Capitulo 3:

La pesadilla comenzó cuando la cerveza ya iba por la mitad.

Al principio, traté de convencerme de que el mareo era simple producto de mi poca experiencia con el alcohol.

Nunca había sido de beber mucho, pero recordaba bien esas vacaciones en Acapulco, cuando había probado tequila

—duro, ardiente, fuerte—,

y ni siquiera entonces me había sentido así.

Esto era distinto.

La habitación empezó a girar lentamente, como si el suelo quisiera tragarse mis pasos.

Una sensación viscosa me trepaba por la garganta, y de pronto lo pensé:

quizá alguien le puso algo a la bebida.

El simple pensamiento me heló la sangre.

Con un esfuerzo enorme, busqué a Pablo.

Estaba en la sala, riendo con un par de amigos, su voz sobresalía entre las demás como un canto arrogante.

Me costaba un mundo moverme, cada paso era una batalla contra mis piernas que amenazaban con doblarse.

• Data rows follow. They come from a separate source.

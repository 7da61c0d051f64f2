import type { Budget } from '../arith/budget';
import { integerElement } from '../expression/element';
import { moduloFour, xorInt, type Int } from '../arith/int';
import { eta, power, type Expression } from '../expression/expression';
import { primeResidueField } from '../place/prime-residue-field';
import { rationalPlace, unsplitZeroTest, type ZeroTest } from '../place/rational-place';
import type { RationalEntry } from '../place/rational-entry';
import type { Splitting } from '../place/sight';
import { thetaRing, type Theta } from '../place/theta-ring';
import { degreesOf } from '../ring/degrees';
import { evaluate } from '../ring/evaluate';
import type { Graded, GradedRing } from '../ring/graded-ring';
import { residueClassRing, type ResidueClass } from '../ring/residue-class-ring';
import type { Term } from '../ring/term';
import { writeResidueClass } from '../ring/write-residue-class';
import { multiple, zeroExpression } from '../ring/write-word';
import type { Finding } from './finding';
import { incidence, type Incidence, type RationalStatement } from './rational-statement';
import { realFindings } from './real-findings';
import { residueReason } from './residue-reason';

type Terms = readonly Term<RationalEntry>[];

/**
 * What decides equality in K^MW_n(ℚ): the rank (n = 0), the signature, and the residue at every prime at which a term ramifies.
 * 0 → B_n → K^MW_n(ℚ) → ⊕_p K^MW_{n−1}(𝔽_p) → 0 is split exact, with B_n seen by signature and rank
 * (J. Milnor, Introduction to Algebraic K-Theory, §11, after Tate; J. Milnor and D. Husemoller, Symmetric Bilinear Forms, IV.2; with
 * the pull-back theorem, F. Morel, Comment. Math. Helv. 79, 2004; compare H. Kolderup, arXiv:1906.07506).
 *
 * A composite that was not split into primes is compared as a whole; it is split only if that does not settle it.
 */
export function rationalFindings(statement: RationalStatement, budget: Budget): readonly Finding[] {
  const [left = [], right = []] = statement.sides;
  const split = new Set<bigint>();
  for (;;) {
    const at = incidence(statement, split.size === 0 ? 'none' : split, budget);
    const residues = residueFindings(at, budget);
    const findings = [...realFindings(left, right, budget), ...residues];
    const unknown = residues.filter((finding) => finding.outcome === 'unknown');
    const unknownModH = residues.filter((finding) => finding.outcomeModH === 'unknown');
    // a class that is seen to differ modulo h anywhere differs modulo h, whatever else is not known
    const settledModH = unknownModH.length === 0 || findings.some((f) => !f.sameModH && !isUnknownModH(f));
    if (unknown.length === 0 && settledModH) return findings;
    for (const finding of unknown.length > 0 ? unknown : unknownModH) split.add(finding.base);
  }
}

function both<H>(sides: readonly Terms[], ring: GradedRing<RationalEntry, H>, budget: Budget): [Graded<H>, Graded<H>] {
  return [evaluate(sides[0] ?? [], ring, budget), evaluate(sides[1] ?? [], ring, budget)];
}

interface ResidueFinding extends Finding {
  readonly base: bigint;
  readonly outcome: ZeroTest;
  readonly outcomeModH: ZeroTest;
}

const isUnknownModH = (finding: Finding): boolean => 'outcomeModH' in finding && finding.outcomeModH === 'unknown';

function residueFindings({ base, terms }: Incidence, budget: Budget): readonly ResidueFinding[] {
  return base.flatMap(({ value: b, prime }, index) => {
    const { units, local } = rationalPlace(base, index);
    const ring: GradedRing<RationalEntry, Theta<Int>> = thetaRing(units, local);
    const kappa = residueClassRing(units);
    const sides = terms[index] ?? [];
    const [left, right] = both(sides, ring, budget);
    return degreesOf(sides.flat()).map((degree): ResidueFinding => {
      const l = left.get(degree)?.d;
      const r = right.get(degree)?.d;
      const minus = r === undefined ? undefined : kappa.negate(degree - 1, r);
      const difference = l === undefined ? minus : minus === undefined ? l : kappa.add(degree - 1, l, minus);
      const outcome: ZeroTest = prime
        ? difference === undefined
          ? 'zero'
          : 'nonzero'
        : unsplitZeroTest(base, b, degree - 1, difference);
      const asForm = difference && { ...difference, unit: undefined };
      const outcomeModH: ZeroTest =
        outcome === 'zero'
          ? 'zero'
          : prime
            ? zeroModH(difference, units.classOfMinusOne)
            : unsplitZeroTest(base, b, -1, asForm);
      const write = prime ? writeAtPrime(b) : writeUnsplit;
      return {
        map: 'residue',
        place: b.toString(),
        degree,
        base: b,
        outcome,
        outcomeModH,
        same: outcome === 'zero',
        zero: l === undefined && r === undefined,
        sameModEta: outcome === 'zero' || zeroModEta(degree - 1, difference),
        sameModH: outcomeModH === 'zero',
        left: () => write(degree - 1, l),
        right: () => write(degree - 1, r),
        target: () => residueGroup(degree - 1, b, prime),
        reason: () => residueReason(degree - 1, l, r, prime ? `modulo ${b}` : `at a prime that divides ${b}`),
      };
    });
  });
}

/** Whether a class of K^MW_m of a residue field is zero in Milnor K-theory. */
const zeroModEta = (degree: number, x: ResidueClass<Int> | undefined): boolean =>
  x === undefined || (x.unit === undefined && (degree < 0 || x.rank === 0));

/** Whether a class of K^MW_m of a residue field is zero in the Witt ring: even rank and trivial signed discriminant. */
function zeroModH(x: ResidueClass<Int> | undefined, classOfMinusOne: Int): 'zero' | 'nonzero' {
  if (x === undefined) return 'zero';
  const rank = moduloFour(x.rank);
  return rank % 2 === 0 && xorInt(x.squareClass, rank === 2 ? classOfMinusOne : 0) === 0 ? 'zero' : 'nonzero';
}

const writeAtPrime =
  (p: bigint) =>
  (degree: number, x: ResidueClass<Int> | undefined): Expression =>
    writeResidueClass(primeResidueField(p), degree, x);

/** A residue at an unsplit composite: rank and a discriminant that is only known as a product. */
function writeUnsplit(degree: number, x: ResidueClass<Int> | undefined): Expression {
  if (x === undefined) return zeroExpression;
  if (x.unit !== undefined) return multiple(1n, [{ kind: 'symbol', entries: [integerElement(BigInt(x.unit))] }]);
  const etas = degree === 0 ? [] : [degree === -1 ? eta() : power(eta(), -degree)];
  return x.rank === 0 ? zeroExpression : multiple(BigInt(x.rank), etas);
}

function residueGroup(degree: number, b: bigint, prime: boolean): string {
  const field = prime ? `\\mathbb{F}_{${b}}` : `\\mathbb{F}_{p},\\ p \\mid ${b}`;
  if (degree > 1) return '0';
  if (degree === 1) return prime ? `${field}^{\\times}` : `\\mathbb{F}_{p}^{\\times},\\ p \\mid ${b}`;
  return degree === 0 ? `\\mathrm{GW}(${field})` : `\\mathrm{W}(${field})`;
}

Me acerqué tambaleándome y apenas logré tocarle el hombro.

Él giró enseguida.

Su sonrisa se borró en un segundo.

—Mi Reyna, ¿estás bien? ¿Cuánto has bebido? —

preguntó con una mezcla de sorpresa y aparente preocupación.

Mis labios se movieron torpes, como si me costara articular palabras.

—Solo la mitad de la cerveza que me diste… pero me siento muy mal. Creo que… creo que le pusieron algo.

Por un instante, vi un destello extraño en sus ojos.

Apenas duró un segundo, pero me atravesó como un cuchillo.

Él reaccionó rápido, ofreciéndome una sonrisa tranquilizadora.

—Ven, te llevaré a mi habitación para que te laves la cara y descanses un poco.

Negué débilmente, aferrándome a lo único que todavía podía salvarme:

—No… voy a llamar a mi hermano. Me quiero ir a casa.

Sacudí la mano en busca de mi bolso, de mi celular, pero Pablo negó con la cabeza y sujetó mi brazo con firmeza.

—No, mi cielo. Ya estás aquí. Y yo… yo te voy a cuidar.

Quise protestar, gritar, pero la voz se me quedó atrapada en la garganta.

Todo alrededor se volvió borroso, las risas y la música se mezclaron en un zumbido lejano, como si estuviera bajo el agua.

La oscuridad me envolvió sin darme tregua.

Y ese fue el último recuerdo nítido de esa noche.

Cuando recobré el sentido, lo primero que me envolvió fue la oscuridad.

Todo estaba borroso, como si mis párpados pesaran toneladas y mis pensamientos se arrastraran en un pantano.

El aire olía a encierro, a alcohol derramado, a algo rancio que me revolvió el estómago.

Un dolor punzante en mi entrepierna me sacudió de golpe, como una alarma brutal que me devolvió a la realidad.

La respiración se me aceleró, y de pronto lo sentí:

unas manos recorriendo mi cuerpo sin mi consentimiento, invadiendo cada límite que alguna vez creí seguro.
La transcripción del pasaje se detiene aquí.